Sunday, March 4, 2007

second grader pedagogy

I'm pretty sure I giggled and pointed a finger at Alexis Olson when I saw what she was up to that day.

I knew it wasn't the kindest reaction, but hey, I was a second grade girl, and that's what second grade girls do -- point and giggle. It's not a skill that's learned by instruction, but rather it's one we picked up through the unspoken, common culture of "second grade girldom."

So, what was Alexis doing that had me so amused that day? Well, much like Gee's "Jennie" (24), Alexis was performing a fake reading to a fake audience. There she sat, on our classroom reading rug, mimicking all the things Mrs. Thorvilson, our teacher, did during real reading time: her legs were crossed, her face was animated, and she licked the tip of her finger ever-so-lightly before turning each page. She was a mini Mrs. Thorvilson, and she was also the daughter of a school teacher. According to Gee, she was "learning and practicing non-vernacular forms of language associated with school and schooling" (23). Additionally, she was creating associations between school and home identities. She was making meaning about language in a natural, playful, non-traditional way. And I -- shame on me -- had the nerve to laugh at her, when I could've given her plenty of reasons to laugh at me (like, for example, by admitting my ardent belief that I had an otherworldly connection with monkeys, which was the inspiration for Muhlhauser's poem).

"Deep learning works better as a cultural process than it does as an instructed process" (13), which is exactly what Alexis, and "Jennie," were doing. They were practicing, experimenting, playing in a contextualized and relevant manner.
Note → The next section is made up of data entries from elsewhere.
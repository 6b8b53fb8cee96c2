import type { RequestEvent } from './$types';
import { studyForm } from '$lib/schemas/study';
import { once } from '$lib/server/api/idempotency';
import { answer, queryNumber, readJson } from '$lib/server/api/request';
import { requireActor } from '$lib/server/hooks/actor';
import { api } from '$lib/server/http';
import { createStudy } from '$lib/server/studies/create-study';
import { listStudies } from '$lib/server/studies/list-studies';

export const GET = api((event: RequestEvent) => {
	const { url, params } = event;
	return listStudies(requireActor(event), {
		groupId: params.group,
		filter: url.searchParams.get('filter') ?? undefined,
		after: url.searchParams.get('after') ?? undefined,
		limit: queryNumber(url, 'limit', 25, [1, 100])
	});
});

export const POST = api(async (event: RequestEvent) => {
	const actor = requireActor(event);
	const form = await readJson(event.request, studyForm);
	return once(actor, event.request, form, async () => {
		const made = await createStudy(actor, { ...form, groupId: event.params.group });
		return answer(made, { status: 201, location: `/api/v1/studies/${made.id}`, version: made.version });
	});
});
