import { z } from 'zod';
import { ERROR_STATUS } from '../errors';
import { OPERATIONS, type Operation } from './operations';

type Json = Record<string, unknown>;

/** JSON Schema of what a caller sends; what JSON cannot say (a refinement) is left to the error message. */
const schemaOf = (schema: z.ZodType): Json =>
	z.toJSONSchema(schema, { io: 'input', unrepresentable: 'any', reused: 'inline' });

const parameters = (operation: Operation): Json[] => {
	const inPath = [...operation.path.matchAll(/\{(\w+)\}/g)].map(([, name]) => ({
		name,
		in: 'path',
		required: true,
		schema: { type: 'string', format: 'uuid' }
	}));
	const inQuery = (operation.query ?? []).map(({ name, what, type }) => ({
		name,
		in: 'query',
		description: what,
		schema: { type }
	}));
	const header = (name: string, description: string): Json => ({
		name,
		in: 'header',
		description,
		schema: { type: 'string' }
	});
	return [
		...inPath,
		...inQuery,
		...(operation.versioned ? [header('If-Match', 'version of the record that was read: "3"')] : []),
		...(operation.once ? [header('Idempotency-Key', 'the same key with the same request runs once')] : [])
	];
};

function requestBody(operation: Operation): Json | undefined {
	if (operation.upload) {
		const schema = {
			type: 'object',
			required: ['file'],
			properties: { file: { type: 'string', contentMediaType: 'application/octet-stream' } }
		};
		return { required: true, content: { 'multipart/form-data': { schema } } };
	}
	if (!operation.body) return undefined;
	const schema =
		operation.path === '/sheets/{sheet}'
			? { type: 'object', required: ['work'], properties: { work: schemaOf(operation.body) } }
			: schemaOf(operation.body);
	return { required: true, content: { 'application/json': { schema } } };
}

const ANY_JSON = { type: 'object', additionalProperties: true };

function answersOf(operation: Operation): Json {
	const type = operation.type ?? 'application/json';
	const content = { [type]: { schema: type === 'application/json' ? ANY_JSON : { type: 'string' } } };
	return {
		[String(operation.status ?? 200)]: { description: operation.gives, content },
		default: { $ref: '#/components/responses/Problem' }
	};
}

const idOf = ({ method, path }: Operation): string =>
	method + path.replace(/[{}]/g, '').replace(/\/(\w)/g, (_, letter: string) => letter.toUpperCase());

function operationOf(operation: Operation): Json {
	const body = requestBody(operation);
	const scope = operation.scope === null ? 'No token may.' : `Scope of a token: ${operation.scope}.`;
	return {
		operationId: idOf(operation),
		summary: operation.summary,
		description: `Gives ${operation.gives}. ${scope}`,
		tags: [operation.area],
		parameters: parameters(operation),
		...(body ? { requestBody: body } : {}),
		responses: answersOf(operation),
		security: operation.scope === null ? [{ session: [] }] : [{ session: [] }, { token: [] }]
	};
}

const PROBLEM = {
	type: 'object',
	required: ['type', 'title', 'status', 'code', 'detail'],
	properties: {
		type: { type: 'string' },
		title: { type: 'string' },
		status: { type: 'integer' },
		code: { enum: Object.keys(ERROR_STATUS) },
		detail: { type: 'string' },
		fields: {
			type: 'array',
			items: {
				type: 'object',
				required: ['field', 'message'],
				properties: { field: { type: 'string' }, message: { type: 'string' } }
			}
		},
		data: ANY_JSON,
		errorId: { type: 'string' }
	}
};

/** The description of the whole API, made from the schemas that the calls themselves use. */
export function openApi(origin: string): Json {
	const paths: Record<string, Json> = {};
	for (const operation of OPERATIONS)
		paths[operation.path] = { ...paths[operation.path], [operation.method]: operationOf(operation) };
	return {
		openapi: '3.1.0',
		info: {
			title: 'Ratewright',
			version: '1',
			description:
				'From a reaction scheme and assay timepoints to rate constants, windows and a signed batch recipe. Errors are problem details (RFC 9457).'
		},
		servers: [{ url: `${origin}/api/v1` }],
		paths,
		components: {
			securitySchemes: {
				session: { type: 'apiKey', in: 'cookie', name: 'authjs.session-token' },
				token: { type: 'http', scheme: 'bearer' }
			},
			schemas: { Problem: PROBLEM },
			responses: {
				Problem: {
					description: 'What was found, where, and what is expected.',
					content: { 'application/problem+json': { schema: { $ref: '#/components/schemas/Problem' } } }
				}
			}
		}
	};
}

export interface DocumentedCall {
	method: string;
	path: string;
	summary: string;
	gives: string;
	scope: string | null;
	notes: string[];
	/** Names of the body's fields, with an asterisk where one must be there. */
	fields: string[];
}

function fieldsOf(operation: Operation): string[] {
	if (operation.upload) return ['file*'];
	if (!operation.body) return [];
	const schema = schemaOf(operation.body) as { properties?: Json; required?: string[] };
	return Object.keys(schema.properties ?? {}).map((name) =>
		schema.required?.includes(name) ? `${name}*` : name
	);
}

/** The same list for people, by area. */
export function documentation(): { area: string; calls: DocumentedCall[] }[] {
	const areas = [...new Set(OPERATIONS.map((o) => o.area))];
	return areas.map((area) => ({
		area,
		calls: OPERATIONS.filter((o) => o.area === area).map((o) => ({
			method: o.method.toUpperCase(),
			path: `/api/v1${o.path}`,
			summary: o.summary,
			gives: o.gives,
			scope: o.scope,
			notes: [
				...(o.versioned ? ['If-Match with the version that was read'] : []),
				...(o.once ? ['Idempotency-Key'] : []),
				...(o.query ?? []).map((q) => `?${q.name}= ${q.what}`)
			],
			fields: fieldsOf(o)
		}))
	}));
}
They were not simply "doing school" or "getting the grade," but rather were making deeper discoveries of identity by exploring how it felt to be a reader, a teacher, and a storyteller in the very way they had seen modeled.
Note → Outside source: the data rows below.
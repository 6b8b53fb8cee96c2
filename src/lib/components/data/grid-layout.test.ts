import { describe, expect, it } from 'vitest';
import type { GridWorkbook } from '$lib/schemas/sheet';
import { frameOf, layoutOf, ROW_PX, rowsInSight } from './grid-layout';

const workbook = (rows: GridWorkbook['sheets'][0]['rows']): GridWorkbook => ({
	fileName: 'x.csv',
	kind: 'text',
	dateSystem: 1900,
	styles: [{ format: 'General', kind: 'general' }],
	sheets: [
		{
			name: 'x',
			state: 'visible',
			rows,
			merges: [],
			hiddenRows: [],
			hiddenColumns: [],
			filter: null,
			lastRow: rows.at(-1)?.r ?? 0,
			lastColumn: 3
		}
	]
});

const some = workbook([
	{ r: 1, c: [[1, 'Title of the table, rather long as titles are']] },
	{ r: 2, c: [[1, '']] },
	...Array.from({ length: 200 }, (_, i) => ({ r: i + 4, c: [[1, i] as [number, number], [3, 0.5] as [number, number]] }))
]);

describe('the layout of a sheet', () => {
	const layout = layoutOf(some, some.sheets[0]);
	it('leaves out blank rows and columns that nothing stands in', () => {
		expect(layout.rows.slice(0, 3)).toEqual([1, 4, 5]);
		expect(layout.columns).toEqual([1, 3]);
	});
	it('is not widened by one long note', () => {
		expect(layout.widths[0]).toBeLessThan(120);
	});
	it('draws the rows in sight and a few more, never beyond the ends', () => {
		expect(rowsInSight(layout, 0, 260)).toEqual([0, 16]);
		expect(rowsInSight(layout, 100 * ROW_PX, 260)).toEqual([94, 116]);
		expect(rowsInSight(layout, 1e6, 260)[1]).toBe(201);
	});
	it('frames the block by the rows that are drawn', () => {
		const frame = frameOf(layout, { firstRow: 4, lastRow: 13, firstColumn: 1, lastColumn: 3 })!;
		expect(frame.top).toBe(ROW_PX);
		expect(frame.height).toBe(10 * ROW_PX);
		expect(frame.width).toBe(layout.widths[0] + layout.widths[1]);
		expect(frameOf(layout, { firstRow: 900, lastRow: 901, firstColumn: 1, lastColumn: 3 })).toBeNull();
	});
});
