import { compareFits } from '$lib/server/fits/compare-fits';
import { requireActor } from '$lib/server/hooks/actor';
import { page } from '$lib/server/http';
import type { PageServerLoadEvent } from './$types';

export const load = page((event: PageServerLoadEvent) =>
	compareFits(requireActor(event), {
		studyId: event.params.study,
		fitIds: event.url.searchParams.getAll('fits')
	})
);
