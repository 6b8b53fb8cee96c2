import { z } from 'zod';
import { schemeContent, type SchemeContent } from '$lib/schemas/scheme';

const name = z.string().trim().min(1, 'Give the scheme a name.').max(80);

/** A scheme's content stands in `content`, or its parts stand beside the name. */
const parts = {
	content: schemeContent.optional(),
	species: schemeContent.shape.species.optional(),
	steps: schemeContent.shape.steps.optional(),
	referenceTemperature: schemeContent.shape.referenceTemperature.optional()
};

export const newScheme = z.strictObject({ name, ...parts });
export const changedScheme = z.strictObject({
	name: name.optional(),
	version: z.int().positive().optional(),
	...parts
});

/** The content that a body carries in either form; undefined when it carries none. */
export function contentOf(body: z.infer<typeof changedScheme>): SchemeContent | undefined {
	if (body.content) return body.content;
	const { species, steps, referenceTemperature } = body;
	if (!species && !steps && !referenceTemperature) return undefined;
	return schemeContent.parse({ species, steps, referenceTemperature });
}
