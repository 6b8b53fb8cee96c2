/** Sends the work on a sheet to the service, and says what came of it. */
import type { SaveOutcome } from '$lib/client/autosave';
import type { SheetWork } from '$lib/schemas/sheet-work';

/** Somebody else saved meanwhile. */
export interface WorkConflict {
	version: number;
	work: SheetWork;
}

export async function sendWork(
	sheetId: string,
	work: SheetWork,
	version: number
): Promise<SaveOutcome<WorkConflict>> {
	const response = await fetch(`/api/v1/sheets/${sheetId}`, {
		method: 'PATCH',
		headers: { 'content-type': 'application/json', 'if-match': `"${version}"` },
		body: JSON.stringify({ work })
	});
	const body = (await response.json()) as {
		version: number;
		code?: string;
		detail?: string;
		data?: WorkConflict;
	};
	if (response.ok) return { kind: 'saved', version: body.version };
	if (body.code === 'version-changed' && body.data) return { kind: 'conflict', theirs: body.data };
	const again = response.status >= 500 || response.status === 429;
	return { kind: 'failed', message: body.detail ?? 'the service refused it', again };
}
So, if Alexis had an advantage by coming from a middle-class home where "certain values, attitudes, motivations, ways of interacting, and perspectives" (28) encouraged such exploratory learning, how can teachers work with the language varieties that students from lower socioeconomic realities bring with them? To me, it feels like Gee scratches the surface of this question, but stops short of fully analyzing it. I want more. I want the how.

I'm also, or course, trying to apply Gee's chapters to my own teaching of 101, and I can't help but "out" myself for teaching a decontextualized, detached, skill-and-drill sort of lesson this week. You see, I was being observed (by someone in our class who will remain nameless), and I guess I had formed some preconceived notions about what my adviser would be looking for. I had it in my head that a formal, organized, content-based lesson would be appropriate, so that's precisely what I delivered. Of course, it absolutely bombed. It was dull, it wasn't in my natural style, nor was it the engaging, interactive kind of lesson students appreciate and respond to.
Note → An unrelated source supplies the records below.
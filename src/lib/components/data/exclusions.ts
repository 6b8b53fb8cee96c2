/** What is left out of a run, found by row and channel without going through the whole list each time. */
import type { ExclusionContent, RunContent } from '$lib/schemas/run';

export class Exclusions {
	private readonly rows = new Map<number, ExclusionContent>();
	private readonly values = new Map<string, ExclusionContent>();

	constructor(content: Pick<RunContent, 'exclusions'>) {
		for (const one of content.exclusions ?? []) {
			if (one.channel === null) this.rows.set(one.index, one);
			else this.values.set(`${one.index} ${one.channel}`, one);
		}
	}

	/** Why a whole row is left out; null where it is used. */
	ofRow(index: number): ExclusionContent | null {
		return this.rows.get(index) ?? null;
	}

	/** Why a value is left out, by itself or with its row. */
	of(index: number, channel: string): ExclusionContent | null {
		return this.values.get(`${index} ${channel}`) ?? this.ofRow(index);
	}
}
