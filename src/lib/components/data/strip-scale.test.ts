import { describe, expect, it } from 'vitest';
import { niceScale } from './strip-scale';

describe('the scale of a strip', () => {
	it('has round limits around the values', () => {
		expect(niceScale([49.9, 57.3], 2)).toEqual({ min: 48, max: 58, ticks: [48, 50, 52, 54, 56, 58] });
	});
	it('does not blow up scatter: equal values get room', () => {
		const { min, max } = niceScale([50, 50], 4);
		expect(max - min).toBeGreaterThanOrEqual(4);
		expect(min).toBeLessThan(50);
		expect(max).toBeGreaterThan(50);
	});
	it('holds up without any value', () => {
		expect(niceScale([], 1).ticks.length).toBeGreaterThan(1);
	});
});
In hindsight, I should have asked, "'What experiences do I want the learners to have?'" (118) before creating the lesson rather than "cut[ting] up the world the way Aristotle did in terms of our traditional academic disciplines seen as bodies of facts and information" (118). I should have read Gee a few days earlier. I should have dropped the "should haves" and taken notes from Alexis and her playful second grader pedagogy. Not only would students have absorbed more of the lesson that day, but everyone would have also, I'm sure, had much more fun.

2 comments:

Barbara Monroe said...

hmmm... conceivably your lesson WAS situated within the context of what students needed to know at the time? Can't say since I don't know what came before or after this stand-alone. Do note though that all these video games have instructions and guides in multiple media (voice, texts, graphics) to support "just-in-time" learning. We do still need to teach 'basic skills'--but how (and when) we do that is of course the issue (as you well know).

Anyway, at long last... TODAY we'll start talking about the HOW...your question from day 1.

Promise.

Barbara Monroe said...

Just have to add one more thing: I did the exact same thing when I first started teaching college as a TA working on my Masters: a lesson on word choice and connotation/denotation. The observer was not pleased.

But she sure was the next time she came around. That lesson was all about teaching skills in the context of student writing.

Thinking about those experiences (and many more years of observations--thank god I don't have to be "observed" anymore), I see that the whole genre of the "being-observed teaching demostration" is the most difficult situation to teach in/to.